En el bajío de Guanajuato se recuerda con mucho cariño al beato mártir Fray Elías del Socorro Nieves. Cuando iba a ser fusilado, frente a un grueso mezquite, al pasar junto a los soldados, se quitó el reloj y se lo entregó al que daría la orden de disparar. Le dijo: “A donde voy no lo necesito”. En estas palabras del Mártir hay dos convicciones de fe muy importantes. La primera, nuestro morir es un paso, no una destrucción; y la segunda, nuestro modo de existir después de la muerte no es el mismo que ahora vivimos. ¿De dónde surgen en nosotros estas convicciones? Surgen de la palabra de Jesús, pero sobre todo del hecho mismo de su resurrección. Leamos con atención esta página del Evangelio
En aquel tiempo, se acercaron a Jesús algunos saduceos. Como los saduceos niegan la resurrección de los muertos, le preguntaron: “Maestro, Moisés nos dejó escrito que si alguno tiene un hermano casado que muere sin haber tenido hijos, se case con la viuda para darle descendencia a su hermano. Hubo una vez siete hermanos, el mayor de los cuales se casó y murió sin dejar hijos. El segundo, el tercero y los demás, hasta el séptimo, tomaron por esposa a la viuda y todos murieron sin dejar sucesión. Por fin murió también la viuda. Ahora bien, cuando llegue la resurrección, ¿de cuál de ellos será esposa la mujer, pues los siete estuvieron casados con ella?” Jesús les dijo: “En esta vida, hombres y mujeres se casan, pero en la vida futura, los que sean juzgados dignos de ella y de la resurrección de los muertos, no se casarán ni podrán ya morir, porque serán como ángeles e hijos de Dios, pues él los habrá resucitado. Y que los muertos resucitan, el mismo Moisés lo indica en el episodio de la zarza, cuando llama al Señor, Dios de Abraham, Dios de Isaac, Dios de Jacob, porque no es un Dios de muertos, sino de vivos, pues para él todos viven” (San Lucas 20, 27-38).

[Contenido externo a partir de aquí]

* the log-mean temperature difference (:func:`log_mean_temperature_difference`,
  :func:`counterflow_temperature_difference`) and the shell-and-tube
  correction factor F of Bowman, Mueller and Nagle (1940) for one shell
  pass (:func:`correction_factor`) and for N shell passes in series
  (:func:`correction_factor_shells`), with the temperature groups R and P
  (:func:`temperature_ratios`) and the least shells for a given F
  (:func:`shells_for_correction_factor`);
* the area from Q = U A F LMTD (:func:`exchanger_area`);
* the cross exchanger set by an approach temperature (:func:`cross_exchanger`),
  the lean cooler (:func:`lean_cooler`), condensing steam
  (:func:`water_latent_heat`, :func:`steam_rate`) and a reboiler's vapour
  duty (:func:`reboiler_duty`).

Costs go through ``models.costing``: ``bare_module_cost`` with the rows
``heat_exchanger_fixed_tube``, ``heat_exchanger_floating_head`` and
``reboiler_kettle`` (area in m2).

Units: temperatures [K] (differences [K]), heat-capacity rates [W/K], duties
[W], overall coefficients [W/(m2 K)], areas [m2], mass flows [kg/s], molar
flows [mol/s], latent heats [J/kg] or [J/mol] as named.
"""

from __future__ import annotations

from typing import NamedTuple

import numpy as np

from towercost.models.validity import check_range

__all__ = [
    "Cooler",
    "CrossExchange",
    "correction_factor",
    "correction_factor_shells",
    "counterflow_temperature_difference",
    "cross_exchanger",
    "exchanger_area",
    "lean_cooler",
    "log_mean_temperature_difference",
    "reboiler_duty",
    "shells_for_correction_factor",
    "steam_rate",
    "temperature_ratios",
    "water_heat_capacity",
    "water_latent_heat",
]

_BMN = "Bowman, Mueller and Nagle, Trans. ASME 62, 283 (1940)"
#: Least correction factor held economic for a shell-and-tube design (common practice).
MINIMUM_CORRECTION_FACTOR = 0.75
#: IAPWS-95 range of the saturation line used for the latent heat [K]: triple point to critical point.
_WATER_TRIPLE = 273.16
_WATER_CRITICAL = 647.096
#: Pressure at which cooling water's heat capacity is taken [Pa] (it hardly depends on it).
_COOLING_WATER_PRESSURE = 101325.0


class CrossExchange(NamedTuple):
    """Lean/rich cross exchanger: duty [W], rich and lean outlet temperatures [K], LMTD [K]."""

    duty: np.ndarray
    rich_out: np.ndarray
    lean_out: np.ndarray
    temperature_difference: np.ndarray


class Cooler(NamedTuple):
    """Lean cooler: duty [W], cooling-water mass flow [kg/s], LMTD [K]."""

    duty: np.ndarray
    water_rate: np.ndarray
    temperature_difference: np.ndarray


# ---------------------------------------------------------------------------
# temperature differences
# ---------------------------------------------------------------------------


def log_mean_temperature_difference(difference_1, difference_2):
    r"""Log-mean of the temperature differences at the two ends of an exchanger.

        LMTD = (dT_1 - dT_2) / ln(dT_1 / dT_2),      LMTD = dT_1 at dT_1 = dT_2

    evaluated as dT_2 expm1(u) / u with u = ln(dT_1 / dT_2), which is
    accurate through the equal-difference limit.

    Parameters
    ----------
    difference_1, difference_2 : array_like
        Hot-minus-cold temperature differences at the two ends [K], > 0.

    Returns
    -------
    ndarray
        LMTD [K], between the two differences.

    Raises
    ------
    ValueError
        Where a difference is not positive (a temperature cross).

    Notes
    -----
    Holds for constant U and heat-capacity rates in pure counter- or
    co-current flow. Source: Kern, Process Heat Transfer, McGraw-Hill
    (1950), Chapter 5, Eq. (5.14) (equation number from memory).

    Examples
    --------
    >>> round(float(log_mean_temperature_difference(220.0, 100.0)), 4)     # 120 / ln 2.2
    152.1959
    >>> float(log_mean_temperature_difference(35.0, 35.0))
    35.0
    """
    first = np.asarray(difference_1, dtype=float)
    second = np.asarray(difference_2, dtype=float)
    if np.any(~(first > 0.0)) or np.any(~(second > 0.0)):
        raise ValueError("both terminal temperature differences must be > 0 K (no temperature cross)")
    u = np.log(first / second)
    same = u == 0.0
    return second * np.where(same, 1.0, np.expm1(u) / np.where(same, 1.0, u))


def counterflow_temperature_difference(hot_in, hot_out, cold_in, cold_out):
    r"""LMTD of a counterflow exchanger from its four terminal temperatures.

        dT_1 = T_hot,in - T_cold,out,    dT_2 = T_hot,out - T_cold,in

    Parameters
    ----------
    hot_in, hot_out : array_like
        Hot stream inlet and outlet temperatures [K].
    cold_in, cold_out : array_like
        Cold stream inlet and outlet temperatures [K].

    Returns
    -------
    ndarray
        LMTD [K] (:func:`log_mean_temperature_difference`).

    Source: Kern, Process Heat Transfer (1950), Chapter 5 (value from memory
    for the chapter).

    Examples
    --------
    Kern's kerosene-crude exchanger (Example 7.3): kerosene 390 to 200 F, crude
    100 to 170 F; the same in kelvin differences:

    >>> round(float(counterflow_temperature_difference(390.0, 200.0, 100.0, 170.0)) / 1.8, 4)
    84.5533
    """
    hot_in, hot_out, cold_in, cold_out = (np.asarray(v, dtype=float) for v in (hot_in, hot_out, cold_in, cold_out))
    return log_mean_temperature_difference(hot_in - cold_out, hot_out - cold_in)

Los saduceos negaban que hubiera otra vida después de la muerte. Hablaban de la supervivencia de la persona en la historia del pueblo, pero personalmente, en su personalidad única habría acabado con la muerte. En cambio los fariseos aceptaban otra vida después de la muerte: la persona seguiría viviendo, pero con el mismo modo de vivir que hasta entonces había tenido. Veían la otra vida como una prolongación de esta que vivimos. De ahí surge la objeción que le presentan a Jesús: ¿De cuál de los siete esposos seria su esposa, puesto que lo fue de los siete? La respuesta de Jesús tiene dos partes: primero afirma el hecho de la resurrección y luego nos dice que la vida después de la muerte no es una mera prolongación de la que ahora vivimos.

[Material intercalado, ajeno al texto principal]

class Interpolator:
    """Stateful interpolation of a program source to fs, by absolute output index.

    Parameters
    ----------
    design : InterpolatorDesign
    source : ProgramSource
        Read as needed; samples before time 0 are 0.

    Notes
    -----
    y[n] = Σ_j table[n mod L, j] · x[n // L − K + j], summed in a fixed order.
    State: the window of program samples still needed and how many were read.
    """

    def __init__(self, design: InterpolatorDesign, source):
        self.d = design
        self._src = source
        self._buf = np.zeros(design.K)  # program samples x[-K .. -1] = 0
        self._buf_start = -design.K
        self._read = 0  # next program index to read

    def render(self, start: int, count: int) -> np.ndarray:
        """Samples ``start .. start+count-1`` at fs (ask in order)."""
        L, K = self.d.L, self.d.K
        n = np.arange(start, start + count, dtype=np.int64)
        q, r = np.divmod(n, L)
        need_hi = int(q[-1]) + K
        if need_hi >= self._read:
            more = self._src.read(need_hi + 1 - self._read)
            self._buf = np.concatenate((self._buf, more))
            self._read = need_hi + 1
        lo = int(q[0]) - K
        if lo > self._buf_start:
            self._buf = self._buf[lo - self._buf_start:]
            self._buf_start = lo
        base = q - K - self._buf_start
        tab = self.d.table
        out = np.zeros(count)
        for j in range(2 * K + 1):
            out += tab[r, j] * self._buf[base + j]
        return out


def station_seeds(seed: int, station: StationSpec) -> dict:
    """Seeds of a station's random parts, derived from the root seed and the station's name.

    Returns
    -------
    dict
        ``program`` (int, for :func:`make_program`), ``phase``, ``fading``,
        ``second_path`` (numpy SeedSequence objects).
    """
    key = station.name_key
    ss = lambda i: np.random.SeedSequence(seed, spawn_key=(3, key, i))  # noqa: E731
    words = ss(0).generate_state(2, np.uint32)
    return {"program": int(words[0]) | (int(words[1]) << 32), "phase": ss(1), "fading": ss(2), "second_path": ss(3)}


class StationRenderer:
    """One station's samples at fs, rendered in order, with all its state."""

    def __init__(self, st: StationSpec, cap, design: InterpolatorDesign, fa: float):
        self.st = st
        seeds = station_seeds(cap.seed, st)
        self.program_seed = seeds["program"]
        if st.phase_deg is None:
            self.phase_deg = float(np.random.default_rng(seeds["phase"]).uniform(0.0, 360.0))
        else:
            self.phase_deg = float(st.phase_deg)
        self._amp = 10.0 ** (st.level_dbfs / 20.0)
        self._m = st.depth
        self._kind = cap.kind
        f = st.rf_hz - (cap.center_hz if cap.kind == "iq" else 0.0)
        self.offset_hz = f
        self._step = phase_step(f, cap.fs)
        self._phase0 = phase_offset(self.phase_deg / 360.0)
        try:
            src = make_program(st.program, fa, self.program_seed)
        except ParameterError as exc:
            raise ParameterError(f"station {st.name!r}: {exc}") from None
        self._interp = Interpolator(design, src)
        fd = st.fading
        self.delay_samples = 0
        self._second = None
        if fd is None:
            self._g1 = make_gain("steady", 1.0, cap.fs, None)
        elif fd.model in ("rayleigh", "rician"):
            self._g1 = make_gain(fd.model, fd.rate_hz, cap.fs, np.random.default_rng(seeds["fading"]), fd.k_db)
        else:
            self._g1 = make_gain("steady", 1.0, cap.fs, None)
            self._g2 = make_gain(fd.second, fd.rate_hz, cap.fs, np.random.default_rng(seeds["second_path"]), fd.k_db)
            self.delay_samples = max(1, int(round(fd.delay_s * cap.fs)))
            tau = self.delay_samples / cap.fs
            rho = 10.0 ** (fd.level_db / 20.0)
            self._second = rho * np.exp(-2j * np.pi * st.rf_hz * tau)
            self._history = np.zeros(self.delay_samples)  # p[n - D .. n - 1]

    def render(self, start: int, count: int) -> np.ndarray:
        """Samples ``start .. start+count-1`` (complex128 for iq, float64 for real)."""
        p = np.clip(self._interp.render(start, count), -1.0, 1.0)
        env = self._amp * (1.0 + self._m * p) * self._g1.gains(start, count)
        if self._second is not None:
            joined = np.concatenate((self._history, p))
            pd = joined[:count]
            self._history = joined[count:]
            env = env + self._amp * self._second * (1.0 + self._m * pd) * self._g2.gains(start, count)
        rot = np.exp(2j * np.pi * phase_cycles(start, count, self._step, self._phase0))
        x = env * rot
        return x if self._kind == "iq" else x.real


class CarrierRenderer:
    """An unmodulated carrier at fs: A·exp(j(2π·(f − center)·n/fs + φ)) (its real part in a real capture)."""

    def __init__(self, spec, cap):
        self.spec = spec
        if spec.phase_deg is None:
            ss = np.random.SeedSequence(cap.seed, spawn_key=(4, spec.name_key))
            self.phase_deg = float(np.random.default_rng(ss).uniform(0.0, 360.0))
        else:
            self.phase_deg = float(spec.phase_deg)
        self._amp = 10.0 ** (spec.level_dbfs / 20.0)
        self.offset_hz = spec.frequency_hz - (cap.center_hz if cap.kind == "iq" else 0.0)
        self._step = phase_step(self.offset_hz, cap.fs)
        self._phase0 = phase_offset(self.phase_deg / 360.0)
        self._kind = cap.kind

    def render(self, start: int, count: int) -> np.ndarray:
        """Samples ``start .. start+count-1``."""
        x = self._amp * np.exp(2j * np.pi * phase_cycles(start, count, self._step, self._phase0))
        return x if self._kind == "iq" else x.real


def _renderers(scenario: Scenario):
    cap = scenario.capture
    bw = max(st.program.bandwidth_hz for st in scenario.stations)
    fa, L = program_rate(cap.fs, bw)
    design = design_interpolator(cap.fs, L, bw)
    stations = [StationRenderer(st, cap, design, fa) for st in scenario.stations]
    return fa, design, stations


def iter_capture(scenario: Scenario, *, block_size: int = BLOCK, progress=None, _state=None):
    """The capture's samples as an iterator of blocks of ``block_size`` (the last may be shorter).

    Every generator is built (and every program file opened) before this
    returns, so a bad scenario fails before anything is written.

    Parameters
    ----------
    scenario : Scenario
    block_size : int
        Samples per block; the samples do not depend on it.
    progress : callable, optional
        ``progress(done, total)`` in samples.

    Returns
    -------
    iterator of numpy.ndarray
        complex128 (iq) or float64 (real), full scale 1.0.

    Examples
    --------
    >>> from sdrx.synth.scenario import parse_scenario
    >>> sc = parse_scenario({"capture": {"kind": "iq", "rate": "100k", "center": "1M", "seconds": 0.01},
    ...                      "station": [{"name": "A", "frequency": "1.01M", "level_dbfs": -6, "depth": 0.5}]})
    >>> x = np.concatenate(list(iter_capture(sc, block_size=333)))
    >>> x.shape, round(float(np.abs(x).max()), 3)
    ((1000,), 0.752)
    """
    block_size = int(block_size)
    if block_size < 1:
        raise ParameterError(f"block_size: must be >= 1, got {block_size}")
    cap = scenario.capture
    fa, design, stations = _renderers(scenario)
    noise = None
    if cap.noise_dbfs_per_hz is not None:
        rng = np.random.default_rng(np.random.SeedSequence(cap.seed, spawn_key=(1,)))
        noise = WhiteNoise(noise_power(cap.noise_dbfs_per_hz, cap.fs, cap.kind), cap.kind, rng)
    impulses = None
    if scenario.impulse_noise is not None:
        rng = np.random.default_rng(np.random.SeedSequence(cap.seed, spawn_key=(2,)))
        impulses = ImpulseNoise(scenario.impulse_noise, cap.fs, cap.kind, rng)
    carriers = [CarrierRenderer(c, cap) for c in scenario.carriers]
    recorder = None
    if scenario.front_end is not None:
        from .frontend import FrontEndRecorder

        recorder = FrontEndRecorder(scenario.front_end, cap.fs, cap.center_hz if cap.kind == "iq" else None,
                                    cap.samples)
    if _state is not None:
        _state.update(program_fs=fa, design=design, stations=stations, impulses=impulses, carriers=carriers)
    clean = _blocks(cap, stations + carriers, noise, impulses, block_size,
                    None if recorder is not None else progress,
                    cap.samples if recorder is None else recorder.input_needed)
    if recorder is None:
        return clean
    return _recorded(clean, recorder, block_size, progress)
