def _head(model: dict) -> list:
    """The document head, the title, the subtitle lines and how the outputs were matched."""
    parts = [
        "<!DOCTYPE html>",
        '<html lang="en"><head><meta charset="utf-8">',
        '<meta name="viewport" content="width=device-width, initial-scale=1">',
        f"<title>{_e(model['title'])}</title>",
        f"<style>{_CSS}</style></head><body>",
        f"<h1>{_e(model['title'])}</h1>",
    ]
    for line in model.get("subtitle", []):
        parts.append(f'<p class="meta">{_e(line)}</p>')
    parts.append(
        f'<p class="meta">Every output is time-aligned to the first and matched to '
        f"{_e(format(model['target_lufs'], '.1f'))} LUFS integrated loudness (ITU-R BS.1770), "
        "sample peaks at or below −1 dBFS.</p>"
    )
    parts += _cautions(model["specs"])
    return parts


def _cautions(specs: list) -> list:
    """Hearing (the gain the matching applied, peaks near full scale) and never transmitting a capture."""
    gains = [s["gain_db"] for s in specs if s.get("gain_db") is not None]
    if not gains:
        applied = ""
    elif len(gains) == 1 or min(gains) == max(gains):
        applied = f"the loudness matching applied {_e(format(gains[0], '+.1f'))} dB of gain and "
    else:
        applied = (f"the loudness matching applied {_e(format(min(gains), '+.1f'))} to "
                   f"{_e(format(max(gains), '+.1f'))} dB of gain and ")
    return [
        '<p class="caution" id="caution-hearing"><strong>Hearing:</strong> start at a low volume, above all on '
        f"headphones, and raise it slowly: {applied}the outputs' peaks reach up to −1 dBFS, just under "
        "full scale; an output is loud from its first moment (there is no fade-in).</p>",
        '<p class="caution" id="caution-transmit"><strong>Never transmit a capture:</strong> synthesized and recorded '
        "captures are for receiving software. Do not replay them through SDR hardware that can transmit "
        "(local licensing law applies).</p>",
    ]


def _player(specs: list, duration_s: float) -> list:
    """The transport (play, seek, loop) and one button per output."""
    parts = ['<h2>Listen</h2><section id="player"><div class="transport">']
    parts.append('<button id="play" type="button">Play</button>')
    parts.append(f'<input id="seek" type="range" min="0" max="{duration_s:.3f}" step="0.01" value="0">')
    parts.append('<span id="time">0:00.0</span>')
    parts.append('<label><input id="loop" type="checkbox" checked> loop</label></div>')
    parts.append('<div class="sources">')
    for i, s in enumerate(specs):
        parts.append(f'<button class="src" type="button" id="src-{i}" data-index="{i}">'
                     f"{i + 1} · {_e(s['label'])}</button>")
    parts.append("</div>")
    parts.append(f'<p id="now">Now playing: {_e(specs[0]["label"])}</p>')
    parts.append('<p class="hint">Switching keeps the playback position. Keys: 1–9 choose an output, '
                 "space plays or pauses.</p></section>")
    return parts


def _blind_trials(blind: dict) -> list:
    """One row per A/B/X trial, the count answered and the reveal button."""
    n = len(blind["trials"])
    parts = ['<h2>Blind trials (A/B/X)</h2><section id="blind">']
    parts.append("<p>In each trial X is either A or B. Listen, then say which. "
                 "The key and the score are shown only when you ask.</p>")
    parts.append('<table class="trial">')
    for t, tr in enumerate(blind["trials"]):
        parts.append(
            f'<tr id="trial-{t}"><td>Trial {t + 1}</td>'
            f"<td>A = {_e(tr['a'])}, B = {_e(tr['b'])}</td><td>"
            + "".join(f'<button type="button" class="play-trial" id="play-{t}-{r}" data-trial="{t}" '
                      f'data-role="{r}">{r}</button>' for r in ("A", "B", "X"))
            + "</td><td>X is "
            + "".join(f'<button type="button" class="answer" id="answer-{t}-{r}" data-trial="{t}" '
                      f'data-answer="{r}">{r}</button>' for r in ("A", "B"))
            + f'</td><td id="key-{t}"></td></tr>'
        )
    parts.append("</table>")
    parts.append(f'<p id="answered">Answered 0 of {n}.</p>')
    parts.append('<button type="button" id="reveal">Reveal key and score</button>')
    parts.append('<p class="result" id="result"></p></section>')
    return parts


def _figures(model: dict) -> list:
    """The table of figures, what they mean, the receivers' warnings and the selectivity plot."""
    specs = model["specs"]
    parts = ["<h2>Figures</h2><section id=\"figures\"><table>"]
    parts.append(_figure_rows(specs, model.get("spacing_hz")))
    parts.append("</table>")
    parts.append('<p class="hint">Bandwidths and rejections are of the designed chain (single-signal '
                 "response, AGC off). Audio bandwidth: the highest modulating frequency at which the output "
                 "is 3 dB below its output at 1 kHz, for AM test tones of equal depth through the chain with "
                 "the AGC held. SINAD: only when the capture's truth sidecar gives "
                 "the station a single tone. At the detector: what the receiver measured while it ran (the "
                 "carrier over the noise around the channel in the chain's noise bandwidth; the image and "
                 "adjacent carriers after the chain's response, against the wanted carrier; the carrier's "
                 "offset from the tune).</p>")
    parts.append(_warning_list(specs))
    if model.get("plot_png"):
        b64 = base64.b64encode(model["plot_png"]).decode("ascii")
        parts.append(f'<img class="plot" alt="selectivity of each chain" src="data:image/png;base64,{b64}">')
    parts.append("</section>")
    return parts


def _audio_and_data(specs: list, data: dict) -> list:
    """One audio element per output, the script's data and the script."""
    parts = []
    for i, s in enumerate(specs):
        parts.append(f'<audio class="sdrx-audio" id="audio-{i}" preload="auto" '
                     f'src="{_e(quote(s["wav"]))}"></audio>')
    parts.append(f'<script type="application/json" id="sdrx-data">{json_for_script(data)}</script>')
    parts.append(f"<script>{_JS}</script>")
    parts.append("</body></html>")
    return parts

*”Los muertos resucitan”: el Señor Jesús les responde desde lo más profundo de la fe de un judío: dios es el Dios de los patriarcas, de Abraham, Isaac y Jacob. Si Abraham, Isaac y Jacob hubieran acabado con la muerte, Dios sería un Dios de nada. Y el Señor introduce otra argumentación: si todo acabara con la muerte, Dios no sería Dios. Al crearnos puso en nosotros un anhelo de plenitud, de felicidad, que inspira todas nuestras decisiones y vemos que nos hacemos viejos y nunca lo logramos. Siempre queda un vacío por llenar. Si todo acaba con la muerte, ese anhelo de plenitud es un imposible, un engaño. Dios no sería Dios. Por esto Jesús afirma: “Dios no es un Dios de muertos, sino de vivos, pues para El todos viven”. El que nos creó hace posible la realización de ese anhelo de plenitud de vida que puso en nosotros.

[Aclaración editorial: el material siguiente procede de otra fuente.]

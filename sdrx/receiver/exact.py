"""Exact path: a real IF signal at an IF sample rate that holds every mixing product.

1. The capture becomes the real RF signal at the IF sample rate fs_if, with
   the preselector applied on the way (frequency-domain overlap-save: each
   input bin moved to its absolute RF frequency, weighted by the preselector's
   analog response, inverse real FFT at the higher rate).
2. The mixer really multiplies: r·cos(2π f_LO t) (real), or
   r·(cos + jsγ sin(·+φ)) for a quadrature (image-reject) mixer with
   imbalance, s = +1 high-side, −1 low-side. The image folds onto the IF.
3. Each IF stage is its analog prototype discretised at fs_if with the
   matched-z transform (gain matched at the IF).
4. The channelizer brings the IF output down to the channel rate as the
   complex envelope around +f_IF, which feeds the same AGC, detector and
   audio code as the fast path.

fs_if is chosen above 2·(top of the captured band + f_LO), so that no sum
product aliases, at a multiple of fs/8 whose ratios to the capture and
channel rates have only the factors 2, 3 and 5 (fast FFT sizes).

Notes
-----
Everything at the IF rate (RF, LO, mixer, IF stages, the channelizer's
input) runs in single precision: the work there is several times that of the
fast path, and float32 keeps it near memory speed. The stages' coefficients
are the matched-z sections rounded to float32 (a relative pole shift of about
1e-7, far inside the 0.1 dB the tests allow), and the rounding noise of the
recursions lies some 100 dB below full scale; the fast and exact paths still
agree to about 58 dB on the tests' multi-station captures.
"""

from __future__ import annotations

import math
from fractions import Fraction

import numpy as np
import scipy.fft as sfft
from scipy import signal

from ..errors import ParameterError
from ..limits import MAX_IF_RATE_HZ, MAX_IF_RATE_RATIO
from ..units import format_frequency
from ..dsp.channelizer import ChannelSpec, Channelizer, passband_window, plan_channelizer
from ..dsp.discretize import matched_z

__all__ = ["ExactFrontEnd", "choose_if_rate", "resolve_if_rate"]

TWO_PI = 2.0 * math.pi


def _smooth(n: int) -> bool:
    """True when n has no prime factor above 5 (fast FFT sizes)."""
    for p in (2, 3, 5):
        while n % p == 0:
            n //= p
    return n == 1


def choose_if_rate(fs: float, band_top_hz: float, lo_hz: float, fs_ch: float = 96e3) -> float:
    """IF sample rate: the smallest multiple of fs/8 above 2.1·(band top + LO) whose ratio to
    the capture rate and to the channel rate has only factors 2, 3 and 5 (fast FFT sizes).

    Examples
    --------
    >>> choose_if_rate(2.4e6, 2.4e6, 1.455e6)   # 2.1·3.855 MHz = 8.1 MHz, 8.1M/96k = 3³·5²/2³
    8100000.0
    """
    need = max(fs, 2.1 * (band_top_hz + lo_hz))
    step = Fraction(fs).limit_denominator(1000) / 8
    j = math.ceil(Fraction(need).limit_denominator(1000) / step)
    for k in range(j, j + 4096):
        rate = step * k
        r_ch = rate / Fraction(fs_ch).limit_denominator(1000)
        u = rate / Fraction(fs).limit_denominator(1000)
        if (_smooth(r_ch.numerator) and r_ch.denominator <= 64 and _smooth(u.numerator)
                and (u * 8192).denominator == 1):
            return float(rate)
    return float(step * j)  # pragma: no cover - a 5-smooth multiple always turns up


def resolve_if_rate(design, plan, info, tune_hz: float, if_rate_hz=None) -> float:
    """The IF sample rate of the exact path: ``if_rate_hz`` checked, or the automatic choice.

    Raises
    ------
    ParameterError
        A given rate that cannot hold the IF, the LO or every mixing product, or that is not a
        usable multiple of the capture rate.
    """
    lo_band, hi_band = info.band_hz
    f_lo = design.lo_hz(tune_hz)
    if_hz = design.if_hz
    top_product = hi_band + f_lo
    if if_rate_hz is None:
        fs_if = choose_if_rate(info.fs, hi_band, f_lo, plan.fs_ch)
    else:
        fs_if = float(if_rate_hz)
        if if_hz >= fs_if / 2:
            raise ParameterError(
                f"--if-rate {format_frequency(fs_if)}: the IF {format_frequency(if_hz)} is above half the IF sample rate"
            )
        if f_lo >= fs_if / 2:
            raise ParameterError(
                f"--if-rate {format_frequency(fs_if)}: the LO {format_frequency(f_lo)} falls outside what "
                f"that rate can represent (needs above {format_frequency(2 * f_lo)})"
            )
        if 2 * top_product >= fs_if:
            raise ParameterError(
                f"--if-rate {format_frequency(fs_if)}: too low to hold every mixing product of the captured band "
                f"(needs above {format_frequency(2 * top_product)})"
            )
        # the RF synthesizer's segments need fs_if·512/fs whole, the IF channelizer a small
        # ratio fs_if/fs_ch (the same conditions the automatic choice meets)
        u = Fraction(fs_if).limit_denominator(1000) / Fraction(info.fs).limit_denominator(1000)
        r_ch = (Fraction(fs_if).limit_denominator(1000)
                / Fraction(plan.fs_ch).limit_denominator(1000)).limit_denominator(4096)
        if (u * 512).denominator != 1 or r_ch.denominator > 512 or abs(float(u) * info.fs - fs_if) > 1e-6 * fs_if:
            auto = choose_if_rate(info.fs, hi_band, f_lo, plan.fs_ch)
            raise ParameterError(
                f"--if-rate {fs_if:.10g}: not a usable IF sample rate for the capture rate {format_frequency(info.fs)} "
                f"(use a multiple of {format_frequency(info.fs / 512)}, such as the automatic {auto:.10g})"
            )
    _check_if_rate(fs_if, info.fs, if_rate_hz is None)
    return fs_if


def _check_if_rate(fs_if: float, fs: float, automatic: bool) -> None:
    """The IF sample rate's bounds (:mod:`sdrx.limits`): each capture block becomes fs_if/fs times as
    many IF samples, held while they are mixed and filtered."""
    what = "the automatic IF sample rate" if automatic else "--if-rate"
    hint = "; the fast path has no IF sample rate (--path fast)"
    if fs_if > MAX_IF_RATE_HZ:
        raise ParameterError(f"--path exact: {what} {format_frequency(fs_if)} is above {format_frequency(MAX_IF_RATE_HZ)}"
                             f"{hint}")
    if fs_if > MAX_IF_RATE_RATIO * fs:
        raise ParameterError(
            f"--path exact: {what} {format_frequency(fs_if)} is {fs_if / fs:.4g} times the capture rate "
            f"{format_frequency(fs)}; at most {MAX_IF_RATE_RATIO} times (memory per block){hint}")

*Nuestra vida después de la muerte no es una mera prolongación de la que aquí tenemos: “Serán como los ángeles e hijos de Dios, pues El los habrá resucitado”, nos dice Jesús. ¿Cómo será esa otra vida? Solo mirando a Jesús resucitado podemos darnos una idea. Resucito para nunca más volver a morir. Es una vida no marcada por la muerte, es decir, es plenitud de vida, una existencia en la cual ya no hay nada de eso que nos mortifica: sinfín, sin penas ni dolores. Los apóstoles miraron a Jesús resucitado y vieron su cuerpo con las señales de los clavos, pero era ya un cuerpo glorioso. Así también será nuestro cuerpo al resucitar. La otra vida que el Señor nos ofrece luego de la muerte es el cumplimiento de la vocación a la vida a la que nos llamó al crearnos.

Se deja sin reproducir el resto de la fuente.